To support this, I have introduced a new option: --create-standby
This allows the user to specify the parameters needed for
pg_basebackup to automatically create the standby node, establish
physical replication, and then proceed with the existing steps to
convert it into a logical subscriber. Following is the output that
creates the standby node:

./pg_createsubscriber -D standby/ -P "host=localhost port=5432
dbname=postgres" --create-standby --verbose
pg_createsubscriber: creating the standby server:
"/home/shubham/Project/Git/postgres/inst/bin/pg_basebackup"
-d'host=localhost port=5432 dbname=postgres' -D standby -P -X stream
-R
22881/22881 kB (100%), 1/1 tablespace
pg_createsubscriber: set standby port in standby/postgresql.auto.conf:
port = 50432
pg_createsubscriber: starting the standby server:
"/home/shubham/Project/Git/postgres/inst/bin/pg_ctl" -D "standby" -l
"standby/standby.log" -o "-p 50432" start
waiting for server to start.... done
server started
pg_createsubscriber: configuring the standby server:
"/home/shubham/Project/Git/postgres/inst/bin/psql" -d postgres -p
50432 -c "ALTER SYSTEM SET wal_level = 'logical';"
ALTER SYSTEM
pg_createsubscriber: configuring the standby server:
"/home/shubham/Project/Git/postgres/inst/bin/psql" -d postgres -p
50432 -c "ALTER SYSTEM SET listen_addresses = '*';"
ALTER SYSTEM
pg_createsubscriber: stopping the standby server:
"/home/shubham/Project/Git/postgres/inst/bin/pg_ctl" -D "standby" -l
"standby/standby.log" -o "-p 50432" stop
waiting for server to shut down.... done
server stopped
pg_createsubscriber: validating publisher connection string

Currently, pg_basebackup is executed with the following default parameters:
pg_basebackup <primary_node_connection_info> -D <sub_dir> -P -U
replication -X stream -R
If users wish to customize these parameters, a new option
pg_basebackup_parameters can be supported in the future.
Similarly, the standby node is created using the default
configuration, except for the port and wal_level settings. To
customize other aspects of the standby setup, a new option
standby_config can be supported in the future if required.
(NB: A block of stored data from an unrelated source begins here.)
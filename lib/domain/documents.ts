/** Paper a shop prints its documents on (spec sheets, quotes). */
export const PAPER_SIZES = ["letter", "a4"] as const;
export type PaperSize = (typeof PAPER_SIZES)[number];

export const PAPER_SIZE_LABELS: Record<PaperSize, string> = {
  letter: "US Letter (8.5 × 11 in)",
  a4: "A4 (210 × 297 mm)",
};

/** The page size name @react-pdf/renderer takes: Letter 612 × 792 pt, A4 595.28 × 841.89 pt. */
export const PDF_PAGE_SIZE: Record<PaperSize, "LETTER" | "A4"> = { letter: "LETTER", a4: "A4" };

/**
 * An IANA time zone name as the runtime spells it ("europe/berlin" → "Europe/Berlin"), or null
 * when it is none: checked with Intl, offsets such as "+02:00" refused (they know no summer time).
 */
export function canonicalTimeZone(name: string): string | null {
  if (!name || name.length > 64 || !/^[A-Za-z][A-Za-z0-9_+\-]*(\/[A-Za-z0-9_+\-]+)*$/.test(name))
    return null;
  try {
    return new Intl.DateTimeFormat("en-GB", { timeZone: name }).resolvedOptions().timeZone;
  } catch {
    return null;
  }
}
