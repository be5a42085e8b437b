/** A member's role in a shop. Our words; stored in better-auth's member.role. */
export const ROLES = ["owner", "tuner", "counter", "customer"] as const;
export type Role = (typeof ROLES)[number];
export const STAFF_ROLES = ["owner", "tuner", "counter"] as const satisfies readonly Role[];

export const ROLE_LABELS: Record<Role, string> = {
  owner: "Owner",
  tuner: "Tuner",
  counter: "Counter",
  customer: "Customer",
};

export const isRole = (r: unknown): r is Role =>
  typeof r === "string" && (ROLES as readonly string[]).includes(r);
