// Reference: docs/calculations.md §7 (and §2–§5 for each stage).
import { CalcInputError } from "./_lib/input-error";
import { Tracer } from "./_lib/trace";
import { fuelBlend, type FuelBlend } from "./fuel";
import {
  cycleTimeMs,
  deadTimeMs,
  gaugeFromAbsKpa,
  idleFuelPerCylinderMg,
  injectorDifferentialPressureKpa,
  injectorDutyPct,
  injectorFlowAtPressure,
  railPressureKpa,
  requiredInjectorFlowCcPerMin,
} from "./injectors";
import { AN_SIZES, linePressureDrop, type LineDrop, type LineSegment } from "./lines";
import { bsfcAtBlend, crankPowerFromWheel, defaultBsfc, fuelMassFlowGPerMin } from "./power";
import { pumpMarginPct, pumpSupplyFunction } from "./pumps";
import type { FigureParams } from "./quantities";
import { FuelSystemInputSchema, type FuelSystemInput, type ParsedFuelSystemInput } from "./schema";
import type { Severity, TraceStep, Warning } from "./types";
import { INJECTOR_RATING_DENSITY_KG_PER_L } from "./units";
import { wireVoltageDropV } from "./wire";

/** Bumped whenever a formula or default changes, so saved results say what made them. */
export const CALC_VERSION = "1.1.0";

export interface BlendEnd {
  ethanolVolPct: number;
  densityKgPerL: number;
  stoichAfr: number;
  bsfcGPerKwh: number;
  bsfcSource: "given" | "scaled" | "rule-of-thumb";
  fuelMassFlowGPerMin: number;
  fuelVolumeFlowLPerH: number;
  requiredFlowAtOperatingCcPerMin: number;
  requiredRatedFlowCcPerMin: number;
  dutyPct: number;
  powerCeilingKw: number;
  pulseWidthRedline: PulseWidth;
}
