import { PageLoading } from "@/components/ui/page-loading";

// Only under routes with no typed-in id beneath: once a loading UI streams, Next can no longer
// answer a missing build, customer, part or quote with a 404 status (its docs: not-found.md).
export default function SettingsLoading() {
  return <PageLoading label="Loading the settings" />;
}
[1] - https://www.postgresql.org/message-id/20220221232849.x6s24ete4eyg6jol%40alap3.anarazel.de

Thanks and regards,
Shubham Khanna.

Attachment

Re: Enhance pg_createsubscriber to create required standby.

From
Amit Kapila
Date:
On Wed, Jun 4, 2025 at 2:39 PM Peter Eisentraut <peter@eisentraut.org> wrote:
>
> On 04.06.25 05:56, Shubham Khanna wrote:
> > Currently, pg_createsubscriber is designed to convert an existing
> > physical replica into a logical subscriber. To use it, the user must
> > manually set up a standby node beforehand, ensure that physical
> > replication is active, and only then run pg_createsubscriber to
> > perform the switchover to logical replication.
> > To simplify this workflow, I propose enhancing the pg_createsubscriber
> > utility to handle the creation of the standby node as part of the
> > pg_createsubscriber itself.
>
> Yes, this was contemplated when pg_createsubscriber was first proposed.
> We opted against it, mainly for simplicity initially.
>
> It's not clear to me how this change now would substantially improve the
> user experience.  The number of characters you type is approximately the
> same.  You still need to support the old mode because the backup might
> not come from pg_basebackup.

In the current functionality, the user must first manually create a
standby or use an existing standby to make it a subscriber. I thought
saving this step for users would be quite helpful. It also helps
streamline the process into a single, cohesive workflow.

>
>  And then you'd have the maintenance
> overhead that every new feature in pg_basebackup would potentially have
> to be passed through or somehow be integrated into pg_createsubscriber.
>

I am not so sure about this because we use other utilities like pg_ctl
in this tool, so same argument could be build for it.

--
With Regards,
Amit Kapila.



Re: Enhance pg_createsubscriber to create required standby.

From
Peter Eisentraut
Date:
On 04.06.25 11:56, Amit Kapila wrote:
>> It's not clear to me how this change now would substantially improve the
>> user experience.  The number of characters you type is approximately the
>> same.  You still need to support the old mode because the backup might
>> not come from pg_basebackup.
> 
> In the current functionality, the user must first manually create a
> standby or use an existing standby to make it a subscriber. I thought
> saving this step for users would be quite helpful. It also helps
> streamline the process into a single, cohesive workflow.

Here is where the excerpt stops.